> AIM OF THE EXERCISE:
Determine how many lines of the data below contain "about", then give only that number.

> PROVIDED INFORMATION:
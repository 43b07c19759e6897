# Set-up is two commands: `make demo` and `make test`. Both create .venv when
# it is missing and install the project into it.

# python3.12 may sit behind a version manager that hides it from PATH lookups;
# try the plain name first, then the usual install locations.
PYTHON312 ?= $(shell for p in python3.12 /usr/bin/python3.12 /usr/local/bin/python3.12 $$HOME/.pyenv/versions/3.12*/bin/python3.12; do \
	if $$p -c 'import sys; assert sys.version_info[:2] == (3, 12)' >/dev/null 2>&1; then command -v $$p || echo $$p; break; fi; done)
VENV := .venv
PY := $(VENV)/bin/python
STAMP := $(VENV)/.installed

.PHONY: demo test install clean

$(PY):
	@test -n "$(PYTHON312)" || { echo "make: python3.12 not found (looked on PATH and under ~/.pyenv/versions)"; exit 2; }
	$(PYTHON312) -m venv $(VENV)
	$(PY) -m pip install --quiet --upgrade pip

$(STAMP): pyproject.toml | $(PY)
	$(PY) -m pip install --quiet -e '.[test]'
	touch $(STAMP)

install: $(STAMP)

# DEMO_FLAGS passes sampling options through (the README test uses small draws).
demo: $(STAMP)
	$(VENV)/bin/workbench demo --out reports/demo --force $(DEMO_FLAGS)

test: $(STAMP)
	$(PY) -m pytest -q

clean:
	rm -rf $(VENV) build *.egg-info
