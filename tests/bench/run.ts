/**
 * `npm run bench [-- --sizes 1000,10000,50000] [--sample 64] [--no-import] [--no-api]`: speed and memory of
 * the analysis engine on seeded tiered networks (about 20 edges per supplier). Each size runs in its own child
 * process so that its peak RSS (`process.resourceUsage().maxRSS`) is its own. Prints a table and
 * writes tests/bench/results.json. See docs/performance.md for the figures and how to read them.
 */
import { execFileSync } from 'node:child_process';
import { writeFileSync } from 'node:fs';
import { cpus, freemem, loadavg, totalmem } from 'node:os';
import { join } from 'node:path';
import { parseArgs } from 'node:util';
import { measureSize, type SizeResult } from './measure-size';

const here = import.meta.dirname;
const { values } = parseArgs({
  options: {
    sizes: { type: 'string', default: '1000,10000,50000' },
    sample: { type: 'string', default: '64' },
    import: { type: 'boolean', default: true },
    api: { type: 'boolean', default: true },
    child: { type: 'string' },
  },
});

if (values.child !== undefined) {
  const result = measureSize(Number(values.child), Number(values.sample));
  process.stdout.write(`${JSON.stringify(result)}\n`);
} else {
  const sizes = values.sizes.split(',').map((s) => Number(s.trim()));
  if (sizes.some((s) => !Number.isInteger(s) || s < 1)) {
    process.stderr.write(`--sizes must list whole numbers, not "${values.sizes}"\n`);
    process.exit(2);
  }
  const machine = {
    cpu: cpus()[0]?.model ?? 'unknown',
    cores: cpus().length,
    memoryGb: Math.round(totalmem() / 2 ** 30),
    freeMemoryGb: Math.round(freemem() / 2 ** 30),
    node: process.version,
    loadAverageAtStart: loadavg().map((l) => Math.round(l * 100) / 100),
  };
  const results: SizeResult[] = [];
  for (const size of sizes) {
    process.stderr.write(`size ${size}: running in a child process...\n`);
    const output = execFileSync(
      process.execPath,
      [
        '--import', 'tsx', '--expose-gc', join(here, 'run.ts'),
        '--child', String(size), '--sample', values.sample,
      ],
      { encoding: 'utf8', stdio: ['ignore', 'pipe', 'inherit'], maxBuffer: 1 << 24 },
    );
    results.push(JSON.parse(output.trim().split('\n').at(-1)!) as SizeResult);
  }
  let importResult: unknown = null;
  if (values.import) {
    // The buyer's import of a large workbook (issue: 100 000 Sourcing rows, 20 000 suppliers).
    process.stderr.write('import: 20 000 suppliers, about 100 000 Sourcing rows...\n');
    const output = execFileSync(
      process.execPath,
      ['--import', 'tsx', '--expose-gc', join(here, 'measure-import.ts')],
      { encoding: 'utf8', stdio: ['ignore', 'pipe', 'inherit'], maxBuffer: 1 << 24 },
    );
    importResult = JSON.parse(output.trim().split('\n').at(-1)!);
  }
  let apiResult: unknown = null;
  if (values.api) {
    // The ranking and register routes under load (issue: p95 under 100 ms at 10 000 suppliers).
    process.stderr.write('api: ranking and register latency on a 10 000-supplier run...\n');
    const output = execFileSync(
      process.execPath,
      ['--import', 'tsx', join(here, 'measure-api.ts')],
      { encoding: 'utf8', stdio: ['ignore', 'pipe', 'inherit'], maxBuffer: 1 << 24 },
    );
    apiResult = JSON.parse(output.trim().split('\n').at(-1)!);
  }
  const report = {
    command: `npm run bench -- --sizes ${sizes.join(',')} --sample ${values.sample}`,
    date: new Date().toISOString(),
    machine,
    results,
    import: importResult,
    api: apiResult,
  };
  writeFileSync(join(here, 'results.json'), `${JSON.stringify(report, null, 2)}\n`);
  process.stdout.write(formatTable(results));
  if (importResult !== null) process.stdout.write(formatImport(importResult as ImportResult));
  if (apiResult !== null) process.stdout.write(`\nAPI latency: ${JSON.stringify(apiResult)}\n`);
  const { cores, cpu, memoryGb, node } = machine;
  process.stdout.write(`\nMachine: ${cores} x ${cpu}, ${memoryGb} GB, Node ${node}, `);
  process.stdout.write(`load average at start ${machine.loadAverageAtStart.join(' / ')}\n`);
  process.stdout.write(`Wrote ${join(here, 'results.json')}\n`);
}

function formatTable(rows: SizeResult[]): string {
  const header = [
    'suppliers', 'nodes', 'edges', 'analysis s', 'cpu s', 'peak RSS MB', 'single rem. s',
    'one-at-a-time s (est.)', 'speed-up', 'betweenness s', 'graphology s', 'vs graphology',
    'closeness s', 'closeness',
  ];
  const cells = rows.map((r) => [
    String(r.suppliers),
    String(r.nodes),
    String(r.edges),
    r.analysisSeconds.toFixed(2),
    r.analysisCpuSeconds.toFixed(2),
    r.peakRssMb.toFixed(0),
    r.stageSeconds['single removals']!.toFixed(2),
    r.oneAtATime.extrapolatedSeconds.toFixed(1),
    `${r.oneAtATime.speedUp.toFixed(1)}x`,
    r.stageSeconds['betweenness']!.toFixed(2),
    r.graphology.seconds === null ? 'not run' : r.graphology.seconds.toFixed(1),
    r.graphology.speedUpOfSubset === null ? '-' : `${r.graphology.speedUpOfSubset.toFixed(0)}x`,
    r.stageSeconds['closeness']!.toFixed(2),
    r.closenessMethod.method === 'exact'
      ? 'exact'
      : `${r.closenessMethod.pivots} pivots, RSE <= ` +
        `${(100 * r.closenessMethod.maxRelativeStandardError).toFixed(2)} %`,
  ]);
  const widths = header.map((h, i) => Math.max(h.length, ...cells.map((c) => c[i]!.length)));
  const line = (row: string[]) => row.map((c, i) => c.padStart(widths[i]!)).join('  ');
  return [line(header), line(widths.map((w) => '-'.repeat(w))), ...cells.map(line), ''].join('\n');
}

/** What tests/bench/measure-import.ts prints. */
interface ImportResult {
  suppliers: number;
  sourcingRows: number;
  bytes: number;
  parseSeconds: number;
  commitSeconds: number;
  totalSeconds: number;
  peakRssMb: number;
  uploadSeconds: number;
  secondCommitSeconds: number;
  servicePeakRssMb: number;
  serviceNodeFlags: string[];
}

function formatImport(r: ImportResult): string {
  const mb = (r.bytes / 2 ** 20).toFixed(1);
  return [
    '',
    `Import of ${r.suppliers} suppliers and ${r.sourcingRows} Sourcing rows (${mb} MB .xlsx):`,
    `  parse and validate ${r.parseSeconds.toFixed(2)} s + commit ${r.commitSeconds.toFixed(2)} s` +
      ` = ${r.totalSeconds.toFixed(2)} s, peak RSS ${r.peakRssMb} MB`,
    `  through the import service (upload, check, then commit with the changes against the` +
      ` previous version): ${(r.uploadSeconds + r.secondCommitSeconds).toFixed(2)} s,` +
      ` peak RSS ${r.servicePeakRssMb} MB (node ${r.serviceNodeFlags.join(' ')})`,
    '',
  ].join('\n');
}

> WRITTEN RESPONSE:
2